FDA Reports Further Support for Canagliflozin-Amputation Link

New data from the voluntary US Food and Drug Administration (FDA) adverse-event reporting system (FAERS) reinforce the current label warning about amputations for canagliflozin (Invokana, Invokamet, Janssen), a sodium-glucose cotransporter-2 (SGLT2) inhibitor for the treatment of type 2 diabetes.

An analysis of safety signal reports from FAERS was published online recently in Lancet Diabetes & Endocrinology by Gian Paolo Fadini, MD, PhD, and Angelo Avogaro, MD, PhD, of the division of metabolic diseases, department of medicine, University of Padova, Italy.

Among 66 reports of SGLT2-inhibitor–associated amputations, 57 (86%) involved canagliflozin. Moreover, two-thirds of those reports were among people with no discernible risk factors for amputation, "which, worryingly, points to an unpredictable effect of the drug," Dr Fadini told Medscape Medical News.

In May 2017, the FDA issued a boxed warning to the label of canagliflozin after an approximately doubled risk for lower-extremity amputations with the drug compared with placebo was seen during the Canagliflozin Cardiovascular Assessment Study (CANVAS) and A Study of the Effects of Canagliflozin on Renal Endpoints (CANVAS-R) trials. Those findings have since been published.

The same risk has not been seen in studies of the other SGLT2 inhibitors on the market, empagliflozin (Jardiance, Boehringer Ingelheim) and dapagliflozin (Farxiga, AstraZeneca).

Thus far, the FDA has not extended the label warning about amputations to other drugs in the class, although the European Medicines Agency (EMA) has, pending further investigation.

"Our data are the first to confirm the warning originated from CANVAS and tends to suggest this is not a class effect," Dr Fadini told Medscape Medical News.

However, he added, "at the moment, data are not sufficiently robust to modify canagliflozin use in favor of dapagliflozin/empagliflozin. So we can only reinforce, with independent data, the boxed warning issued by the FDA and call for caution when using canagliflozin in patients with the diabetic-foot syndrome."
Majority Have No Reported Risk Factors

Among more than nine million adverse event reports in the FAERS through March 31, 2017, 66 were SGLT2-inhibitor–associated amputations.
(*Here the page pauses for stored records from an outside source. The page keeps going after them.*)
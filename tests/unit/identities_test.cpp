#include "fmm/verification/identities.hpp"

#include <gtest/gtest.h>

#include <cmath>
#include <limits>

#include "tests/reference/charges.hpp"

namespace farsum {
namespace {

using reference::Charges;
using reference::Result;

/// Charges 2 and 3 at distance 2 on the x axis: phi = 3/2 and 1, E = -3/4 and 1/2, U = 3; everything may be scaled by powers of
/// two.
struct TwoCharges {
  Charges charges;
  Result result{2};
  int length = 0, charge = 0;

  explicit TwoCharges(int length_exponent = 0, int charge_exponent = 0) : length(length_exponent), charge(charge_exponent) {
    const PowerOfTwo l(length), q(charge), potential(charge - length), field(charge - 2 * length);
    charges.add({0, 0, 0}, q(2));
    charges.add({l(2), 0, 0}, q(3));
    result.potential = {potential(1.5), potential(1)};
    result.field_x = {field(-0.75), field(0.5)};
    result.field_y = result.field_z = {0, 0};
  }
  IdentityResult check(bool with_potential = true, bool with_field = true) {
    Executor executor(1);
    ResultView view = result.view();
    if (!with_potential) view.potential = nullptr;
    if (!with_field) view.field_x = view.field_y = view.field_z = nullptr;
    return check_identities(
        {charges.points(), charges.values(), view, checked_bounds(charges.points(), "position", executor), PowerOfTwo(-length),
         PowerOfTwo(-charge), PowerOfTwo(charge - length), PowerOfTwo(charge - 2 * length), PowerOfTwo(2 * charge - length)},
        executor);
  }
};

TEST(Identities, OfTwoChargesHold) {
  const IdentityResult result = TwoCharges().check();
  EXPECT_TRUE(result.finite);
  EXPECT_TRUE(result.energy.available && result.checks.available);
  EXPECT_EQ(result.energy.value, 3);
  EXPECT_EQ(result.energy.error_bound, 3);  // still to be multiplied by the tolerance
  EXPECT_EQ(result.checks.total_force, 0);
  EXPECT_EQ(result.checks.total_torque, 0);
  EXPECT_EQ(result.checks.virial, 0);
  EXPECT_EQ(result.field_max, 0.75);
}

TEST(Identities, KeepUnitsFarOutsideTheRangeOfSquares) {
  const IdentityResult result = TwoCharges(-300, -650).check();
  EXPECT_EQ(result.energy.value, 3 * 0x1p-1000);
  EXPECT_EQ(result.checks.total_force, 0);
  EXPECT_EQ(result.field_max, 0.75 * 0x1p-50);
}

TEST(Identities, AMissingForceIsMeasured) {
  TwoCharges two;
  two.result.field_x[1] = 0;  // force 0 in place of 3/2: the sum is -3/2, N rms|F| is sqrt(2) 3/2
  EXPECT_NEAR(two.check().checks.total_force, 1 / std::sqrt(2.0), 1e-15);
}

TEST(Identities, AFieldAcrossTheLineMakesATorque) {
  TwoCharges two;
  two.result.field_x = {0, 0};
  two.result.field_y = {-0.75, 0.5};  // forces -3/2 and 3/2 at x = -1 and 1: torque 3, N rms|F| = 3, extent 2
  EXPECT_NEAR(two.check().checks.total_torque, 0.5, 1e-15);
  EXPECT_NEAR(two.check().checks.virial, 1, 1e-15);
}

TEST(Identities, AWrongSignOfTheFieldBreaksTheVirial) {
  TwoCharges two;
  for (double& x : two.result.field_x) x = -x;
  EXPECT_NEAR(two.check().checks.virial, 2, 1e-15);
}

TEST(Identities, NeedTheirOutputs) {
  EXPECT_FALSE(TwoCharges().check(false, true).energy.available);
  EXPECT_TRUE(TwoCharges().check(false, true).checks.available);
  EXPECT_FALSE(TwoCharges().check(true, false).checks.available);
  EXPECT_EQ(TwoCharges().check(true, false).energy.value, 3);
}

TEST(Identities, NameTheFirstResultThatIsNotFinite) {
  for (double bad : {std::numeric_limits<double>::quiet_NaN(), std::numeric_limits<double>::infinity()}) {
    TwoCharges potential, field;
    potential.result.potential[1] = bad;
    field.result.field_z[0] = bad;
    EXPECT_FALSE(potential.check().finite);
    EXPECT_EQ(potential.check().first_bad, 1u);
    EXPECT_FALSE(field.check().finite);
    EXPECT_EQ(field.check().first_bad, 0u);
  }
}

}  // namespace
}  // namespace farsum
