#pragma once
// The harmonics of fmm/expansion/indexing.hpp from their definition, with the Legendre functions of the standard library:
//   R_n0 = r^n P_n,  R_nm = sqrt(2 (n-m)!/(n+m)!) r^n P_nm(cos theta) cos(m phi),  R_n,-m the same with sin;  S_nk = R_nk /
//   r^(2n+1).
#include <array>
#include <cmath>
#include <cstddef>
#include <cstdlib>
#include <vector>

#include "fmm/expansion/indexing.hpp"

namespace farsum::unit {

using Vector = std::array<long double, 3>;

inline long double length_of(const Vector& v) {
  return std::sqrt(v[0] * v[0] + v[1] * v[1] + v[2] * v[2]);
}

inline long double regular(int n, int k, const Vector& v) {
  const long double r = length_of(v);
  if (r == 0) return n == 0 ? 1 : 0;
  const int m = std::abs(k);
  long double factor = m == 0 ? 1 : 2;
  for (int i = n - m + 1; i <= n + m; ++i) factor /= i;
  const long double angle = m * std::atan2(v[1], v[0]), turn = k >= 0 ? std::cos(angle) : std::sin(angle);
  return std::sqrt(factor) * std::pow(r, (long double)(n)) * std::assoc_legendrel(unsigned(n), unsigned(m), v[2] / r) * turn;
}

inline long double irregular(int n, int k, const Vector& v) {
  return regular(n, k, v) / std::pow(length_of(v), (long double)(2 * n + 1));
}

/// All harmonics of degrees <= order, by term_index.
inline std::vector<long double> harmonics(int order, const Vector& v, bool is_irregular) {
  std::vector<long double> values;
  for (int n = 0; n <= order; ++n)
    for (int k = -n; k <= n; ++k) values.push_back(is_irregular ? irregular(n, k, v) : regular(n, k, v));
  return values;
}

/// sum of coefficient * harmonic.
template <class Real>
long double expansion_at(const std::vector<Real>& coefficients, int order, const Vector& v, bool is_irregular) {
  long double sum = 0;
  for (int n = 0; n <= order; ++n)
    for (int k = -n; k <= n; ++k)
      sum += (long double)(coefficients[term_index(n, k)]) * (is_irregular ? irregular(n, k, v) : regular(n, k, v));
  return sum;
}

}  // namespace farsum::unit
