// kernels/body_translate.hpp: batches of boxes on every CPU target. What a translation computes is held in translation_test.
#include <gtest/gtest.h>

#include <algorithm>
#include <limits>

#include "tests/unit/box_cloud.hpp"
#include "tests/unit/cpu_targets.hpp"

namespace farsum {
namespace {

/// Rows of random coefficients of one order, and the rows that a translation adds to.
template <class Real>
struct Rows {
  std::vector<std::vector<Real>> in, out;

  Rows(std::size_t count, int order, std::uint64_t seed)
      : in(count, std::vector<Real>(row_length<Real>(order), Real(0))), out(in) {
    reference::Random random(seed);
    for (std::vector<Real>& row : in)
      for (std::size_t i = 0; i < term_count(order); ++i) row[i] = Real(random.uniform(-1, 1));
  }

  void translate(const kernels::KernelTable& table, const kernels::Translation<Real>& step) {
    MemoryLedger ledger;
    AlignedArray<Real> scratch(ledger, kernels::expansion_scratch(step.order));
    std::vector<const Real*> from;
    std::vector<Real*> to;
    for (std::size_t i = 0; i < in.size(); ++i) {
      from.push_back(in[i].data());
      to.push_back(out[i].data());
    }
    kernels::expansion_kernels<Real>(table).translate(step, from.data(), to.data(), in.size(), scratch.data());
  }
};

template <class Real>
double largest(const std::vector<Real>& row) {
  double size = 0;
  for (Real value : row) size = std::max(size, double(std::abs(value)));
  return size;
}

/// The rows of a batch against each row alone, for batches of 0 .. 2 W + 3 with the widest W.
template <class Real>
void check_batches(const kernels::KernelTable& table, int order) {
  Executor executor(1);
  const TranslationTables<Real> tables(order, executor);
  const kernels::Translation<Real> step = tables.far(offset_index({2, -1, 3}), order);
  for (std::size_t count = 0; count <= 2 * kernels::kRealPad<Real> + 3; ++count) {
    Rows<Real> all(count, order, 3);
    all.translate(table, step);
    for (std::size_t i = 0; i < count; ++i) {
      Rows<Real> alone(1, order, 3);
      alone.in[0] = all.in[i];
      alone.translate(table, step);
      const double bound = 16 * std::numeric_limits<Real>::epsilon() * largest(alone.out[0]);
      for (std::size_t k = 0; k < all.out[i].size(); ++k)
        ASSERT_NEAR(all.out[i][k], alone.out[0][k], bound) << count << ", " << i;
    }
  }
}

class Translate : public unit::OnTarget {};
INSTANTIATE_TEST_SUITE_P(, Translate, testing::ValuesIn(unit::available_targets()), unit::target_word);

TEST_P(Translate, BatchesOfAnySizeInDouble) {
  for (int order : {2, 3, 5}) check_batches<double>(table(), order);
}

TEST_P(Translate, BatchesOfAnySizeInSingle) {
  for (int order : {2, 3, 5}) check_batches<float>(table(), order);
}

TEST_P(Translate, AddsToTheTargets) {
  Executor executor(1);
  const TranslationTables<double> tables(4, executor);
  const kernels::Translation<double> step = tables.far(offset_index({0, 2, 0}), 4);
  Rows<double> rows(3, 4, 9);
  rows.translate(table(), step);
  const auto once = rows.out;
  rows.translate(table(), step);
  for (std::size_t i = 0; i < 3; ++i)
    for (std::size_t k = 0; k < once[i].size(); ++k) EXPECT_EQ(rows.out[i][k], 2 * once[i][k]);
}

TEST_P(Translate, KeepsThePaddingOfRowsZero) {
  Executor executor(1);
  const TranslationTables<float> tables(6, executor);
  Rows<float> rows(5, 6, 9);
  rows.translate(table(), tables.child_to_parent(3));
  for (const std::vector<float>& row : rows.out)
    for (std::size_t k = term_count(6); k < row.size(); ++k) EXPECT_EQ(row[k], 0);
}

TEST_P(Translate, IsLinear) {
  Executor executor(1);
  const TranslationTables<double> tables(7, executor);
  Rows<double> rows(3, 7, 4);
  for (std::size_t k = 0; k < rows.in[0].size(); ++k) rows.in[2][k] = 2 * rows.in[0][k] - 3 * rows.in[1][k];
  rows.translate(table(), tables.parent_to_child(5));
  const double bound = 1e-14 * (largest(rows.out[0]) + largest(rows.out[1]));
  for (std::size_t k = 0; k < rows.out[0].size(); ++k)
    EXPECT_NEAR(rows.out[2][k], 2 * rows.out[0][k] - 3 * rows.out[1][k], 8 * bound);
}

TEST_P(Translate, AgreesWithThePortableTarget) {
  Executor executor(1);
  const TranslationTables<double> tables(20, executor);
  const kernels::Translation<double> step = tables.far(offset_index({-3, 1, 1}), 20);
  Rows<double> here(19, 20, 6), portable(19, 20, 6);
  here.translate(table(), step);
  portable.translate(kernels::kernel_table(CpuTarget::portable), step);
  for (std::size_t i = 0; i < 19; ++i) {
    const double bound = 1e-13 * largest(portable.out[i]);
    for (std::size_t k = 0; k < here.out[i].size(); ++k) ASSERT_NEAR(here.out[i][k], portable.out[i][k], bound);
  }
}

}  // namespace
}  // namespace farsum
Of those, 57 (86%) listed canagliflozin as a suspect or concomitant drug. The patients had an average age of about 60 years, and most were men. Average treatment duration was about 1.5 years.

Based on indications, 11% of the patients appeared to have diabetic-foot syndrome (ie, ischemia, neuropathy, deformity, wounds, infections, and/or previous amputations). When the authors considered concomitant adverse events including wounds, necrosis, gangrene, or ischemia, the proportion with evident amputation risk factors totaled about 36%, whereas there were no such predictors in the other 64%.

The most common level of amputation was the toe, but there were 13 above-ankle leg or limb amputations, two multiple amputations, and one hand amputation. Three of those with amputations died.

The frequency of amputation among all FAERS reports listing canagliflozin as a suspect or concomitant drug was 3.4 per 1000.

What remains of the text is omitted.